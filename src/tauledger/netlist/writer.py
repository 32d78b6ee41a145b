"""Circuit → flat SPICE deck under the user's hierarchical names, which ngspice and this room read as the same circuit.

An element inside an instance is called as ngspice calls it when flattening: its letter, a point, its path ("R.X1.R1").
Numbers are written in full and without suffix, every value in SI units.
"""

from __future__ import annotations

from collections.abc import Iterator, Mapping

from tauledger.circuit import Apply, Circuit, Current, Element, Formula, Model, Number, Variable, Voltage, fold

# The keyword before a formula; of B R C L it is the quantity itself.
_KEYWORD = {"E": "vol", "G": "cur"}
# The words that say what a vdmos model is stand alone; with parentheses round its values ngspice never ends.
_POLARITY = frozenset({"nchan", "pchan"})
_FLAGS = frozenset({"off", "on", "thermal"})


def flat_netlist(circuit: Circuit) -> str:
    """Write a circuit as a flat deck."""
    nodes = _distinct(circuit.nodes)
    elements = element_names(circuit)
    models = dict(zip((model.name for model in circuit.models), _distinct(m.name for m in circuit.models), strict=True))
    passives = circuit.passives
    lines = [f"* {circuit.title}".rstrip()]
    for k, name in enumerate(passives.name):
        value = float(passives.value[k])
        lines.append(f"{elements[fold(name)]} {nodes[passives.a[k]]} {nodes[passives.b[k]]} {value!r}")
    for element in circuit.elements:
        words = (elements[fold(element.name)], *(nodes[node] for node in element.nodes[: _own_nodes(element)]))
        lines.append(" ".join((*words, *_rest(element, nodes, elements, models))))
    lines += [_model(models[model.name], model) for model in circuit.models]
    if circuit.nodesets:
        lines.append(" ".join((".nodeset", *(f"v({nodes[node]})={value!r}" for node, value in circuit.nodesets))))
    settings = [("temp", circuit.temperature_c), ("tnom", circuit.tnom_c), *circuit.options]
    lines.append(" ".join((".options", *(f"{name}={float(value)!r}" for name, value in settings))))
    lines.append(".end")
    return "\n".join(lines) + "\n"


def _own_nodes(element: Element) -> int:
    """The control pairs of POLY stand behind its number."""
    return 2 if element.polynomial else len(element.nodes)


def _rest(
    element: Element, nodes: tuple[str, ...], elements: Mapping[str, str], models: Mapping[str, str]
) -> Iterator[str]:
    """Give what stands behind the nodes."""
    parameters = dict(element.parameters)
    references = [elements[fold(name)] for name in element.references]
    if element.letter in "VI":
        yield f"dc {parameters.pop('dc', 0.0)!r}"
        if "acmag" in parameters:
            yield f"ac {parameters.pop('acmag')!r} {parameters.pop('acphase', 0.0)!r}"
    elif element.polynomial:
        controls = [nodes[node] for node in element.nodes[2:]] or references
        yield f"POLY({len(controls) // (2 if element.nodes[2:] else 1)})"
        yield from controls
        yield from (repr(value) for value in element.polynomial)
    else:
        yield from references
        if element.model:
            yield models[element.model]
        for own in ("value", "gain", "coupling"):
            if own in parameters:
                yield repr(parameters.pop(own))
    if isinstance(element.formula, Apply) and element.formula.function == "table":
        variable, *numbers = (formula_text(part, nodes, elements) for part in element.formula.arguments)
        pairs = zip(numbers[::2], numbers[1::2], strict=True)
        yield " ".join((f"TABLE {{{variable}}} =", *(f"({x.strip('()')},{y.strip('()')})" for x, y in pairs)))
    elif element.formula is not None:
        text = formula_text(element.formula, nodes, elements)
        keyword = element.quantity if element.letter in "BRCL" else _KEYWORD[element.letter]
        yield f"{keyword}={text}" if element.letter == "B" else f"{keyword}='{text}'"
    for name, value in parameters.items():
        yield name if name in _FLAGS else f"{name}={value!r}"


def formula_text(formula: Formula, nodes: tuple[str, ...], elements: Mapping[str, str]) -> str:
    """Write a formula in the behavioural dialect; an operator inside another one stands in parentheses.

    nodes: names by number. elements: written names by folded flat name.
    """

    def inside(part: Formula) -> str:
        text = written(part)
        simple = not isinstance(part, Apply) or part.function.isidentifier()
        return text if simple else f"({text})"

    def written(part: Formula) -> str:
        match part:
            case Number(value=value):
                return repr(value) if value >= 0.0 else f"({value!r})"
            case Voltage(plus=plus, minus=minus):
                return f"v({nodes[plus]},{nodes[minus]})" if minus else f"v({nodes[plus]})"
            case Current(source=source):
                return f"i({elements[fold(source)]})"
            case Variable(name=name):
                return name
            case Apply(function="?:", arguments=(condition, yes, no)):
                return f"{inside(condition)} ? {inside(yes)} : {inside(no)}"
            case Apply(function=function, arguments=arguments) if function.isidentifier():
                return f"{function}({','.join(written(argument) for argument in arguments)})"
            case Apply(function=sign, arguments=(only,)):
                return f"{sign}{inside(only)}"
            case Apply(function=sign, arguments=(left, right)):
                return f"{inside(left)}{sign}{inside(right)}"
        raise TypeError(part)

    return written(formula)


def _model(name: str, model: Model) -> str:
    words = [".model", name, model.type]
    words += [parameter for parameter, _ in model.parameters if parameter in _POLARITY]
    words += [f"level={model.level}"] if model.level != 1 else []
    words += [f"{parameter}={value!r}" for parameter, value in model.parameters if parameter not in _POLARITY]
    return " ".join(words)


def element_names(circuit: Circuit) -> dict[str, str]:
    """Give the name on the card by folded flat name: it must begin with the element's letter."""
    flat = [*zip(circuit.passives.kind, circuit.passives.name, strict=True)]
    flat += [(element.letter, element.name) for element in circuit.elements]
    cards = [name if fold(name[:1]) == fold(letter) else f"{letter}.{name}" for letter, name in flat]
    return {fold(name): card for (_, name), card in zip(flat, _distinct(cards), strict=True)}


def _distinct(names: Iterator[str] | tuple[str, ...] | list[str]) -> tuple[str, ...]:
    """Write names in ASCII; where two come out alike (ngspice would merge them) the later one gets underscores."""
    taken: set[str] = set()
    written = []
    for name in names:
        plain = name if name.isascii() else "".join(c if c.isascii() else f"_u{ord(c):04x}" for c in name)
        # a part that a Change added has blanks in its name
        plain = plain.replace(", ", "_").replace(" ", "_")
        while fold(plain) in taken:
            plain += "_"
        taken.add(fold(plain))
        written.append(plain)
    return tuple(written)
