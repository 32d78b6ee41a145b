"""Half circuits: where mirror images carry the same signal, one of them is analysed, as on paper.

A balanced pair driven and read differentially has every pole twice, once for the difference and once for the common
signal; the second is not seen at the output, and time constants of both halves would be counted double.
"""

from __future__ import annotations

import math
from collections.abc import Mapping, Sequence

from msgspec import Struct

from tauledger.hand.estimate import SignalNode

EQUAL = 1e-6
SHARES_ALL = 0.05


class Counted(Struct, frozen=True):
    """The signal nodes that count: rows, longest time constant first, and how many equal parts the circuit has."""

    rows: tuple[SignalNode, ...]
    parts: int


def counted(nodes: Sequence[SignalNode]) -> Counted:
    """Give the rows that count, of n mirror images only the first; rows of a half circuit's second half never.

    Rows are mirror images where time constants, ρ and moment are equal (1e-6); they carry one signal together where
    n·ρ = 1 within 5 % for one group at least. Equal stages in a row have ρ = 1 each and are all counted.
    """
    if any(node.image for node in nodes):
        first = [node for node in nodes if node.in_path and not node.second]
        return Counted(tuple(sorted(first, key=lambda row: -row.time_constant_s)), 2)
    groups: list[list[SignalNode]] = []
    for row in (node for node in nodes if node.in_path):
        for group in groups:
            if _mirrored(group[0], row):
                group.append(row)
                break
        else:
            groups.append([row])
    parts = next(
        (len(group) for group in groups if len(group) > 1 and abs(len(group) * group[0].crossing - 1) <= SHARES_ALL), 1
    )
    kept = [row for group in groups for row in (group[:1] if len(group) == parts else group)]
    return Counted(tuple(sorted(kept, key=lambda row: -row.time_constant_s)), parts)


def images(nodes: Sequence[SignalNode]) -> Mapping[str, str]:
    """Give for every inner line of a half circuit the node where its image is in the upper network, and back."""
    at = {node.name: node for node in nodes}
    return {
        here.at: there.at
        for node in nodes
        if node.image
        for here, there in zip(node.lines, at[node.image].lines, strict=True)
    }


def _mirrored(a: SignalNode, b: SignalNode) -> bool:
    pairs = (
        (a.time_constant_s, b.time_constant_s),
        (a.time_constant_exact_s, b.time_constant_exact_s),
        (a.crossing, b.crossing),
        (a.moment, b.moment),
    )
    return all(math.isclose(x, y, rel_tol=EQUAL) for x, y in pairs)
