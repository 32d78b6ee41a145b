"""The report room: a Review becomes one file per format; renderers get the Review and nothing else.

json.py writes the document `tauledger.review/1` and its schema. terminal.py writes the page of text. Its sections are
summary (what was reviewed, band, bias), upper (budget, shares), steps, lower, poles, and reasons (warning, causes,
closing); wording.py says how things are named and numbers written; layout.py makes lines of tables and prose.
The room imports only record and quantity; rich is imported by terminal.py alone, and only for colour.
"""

---*---

Aim of the task
Please return each line of the listing above that contains "yield".

Answer section
        yield f"dc {parameters.pop('dc', 0.0)!r}"
            yield f"ac {parameters.pop('acmag')!r} {parameters.pop('acphase', 0.0)!r}"
        yield f"POLY({len(controls) // (2 if element.nodes[2:] else 1)})"
        yield from controls
        yield from (repr(value) for value in element.polynomial)
        yield from references
            yield models[element.model]
                yield repr(parameters.pop(own))
        yield " ".join((f"TABLE {{{variable}}} =", *(f"({x.strip('()')},{y.strip('()')})" for x, y in pairs)))
        yield f"{keyword}={text}" if element.letter == "B" else f"{keyword}='{text}'"
        yield name if name in _FLAGS else f"{name}={value!r}"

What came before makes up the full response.